SQL> execute dbms_output.put_line('Predicted cf for t1(rand, id): ’ || predict_clustering_factor(‘t1’,‘rand, id’,255))
Predicted cf for t1(rand, id): 985607
Elapsed: 00:00:50.61

You’ll notice that the larger the setting for the “table_cached_blocks” parameter the more time it takes to predict the clustering_factor – and it was all CPU time in my example. This isn;t surprising given the need to search through an array holding the previous history.

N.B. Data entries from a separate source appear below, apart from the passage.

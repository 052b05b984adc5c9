import { queryOptions } from '@tanstack/react-query'
import type { RevisionList } from '#shared/schemas/gear'
import type { ApiClient } from '../../../lib/api-client'

async function fetchRevisions(api: ApiClient, slug: string, signal: AbortSignal): Promise<RevisionList> {
  const [answer, { revisionListSchema }] = await Promise.all([
    api.get(`/gear/${encodeURIComponent(slug)}/revisions`, signal),
    import('#shared/schemas/gear'),
  ])
  return revisionListSchema.parse(answer)
}

/** Every approved state of a piece, newest first. */
export const revisionsQuery = (api: ApiClient, slug: string) =>
  queryOptions({ queryKey: ['gear', slug, 'revisions'], queryFn: ({ signal }) => fetchRevisions(api, slug, signal) })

In this example the table t1 holds 1,000,000 rows, and the number and scatter of distinct values is so arranged that the code will hardly ever find a cached block id – essentially it’s the sort of index that isn’t going to cause much of confusion to the optimizer and isn’t likely to need special attention to make the optimizer use it when it should and ignore it when it’s inappropriate.
Finally a cut-n-paste to show the accuracy of the two predictions:
SQL> create index t1_i on t1(rand, id);
Elapsed: 00:00:02.96

SQL> execute dbms_stats.set_table_prefs(null,‘t1’,‘table_cached_blocks’,16)
Elapsed: 00:00:00.01

SQL> execute dbms_stats.gather_index_stats(null,‘t1_i’)
Elapsed: 00:00:09.55

SQL> select clustering_factor from user_indexes where index_name = ‘T1_I’;

CLUSTERING_FACTOR

       997218

Elapsed: 00:00:00.11

SQL> execute dbms_stats.set_table_prefs(null,‘t1’,‘table_cached_blocks’,255)
Elapsed: 00:00:00.01

SQL> execute dbms_stats.gather_index_stats(null,‘t1_i’)
Elapsed: 00:00:07.80

SQL> select clustering_factor from user_indexes where index_name = ‘T1_I’;

CLUSTERING_FACTOR

       985607

Elapsed: 00:00:00.00

Both match perfectly – but you might notice that creating the index and gathering the stats was much faster than predicting the clustering factor for the case where we set table_cached_blocks = 255.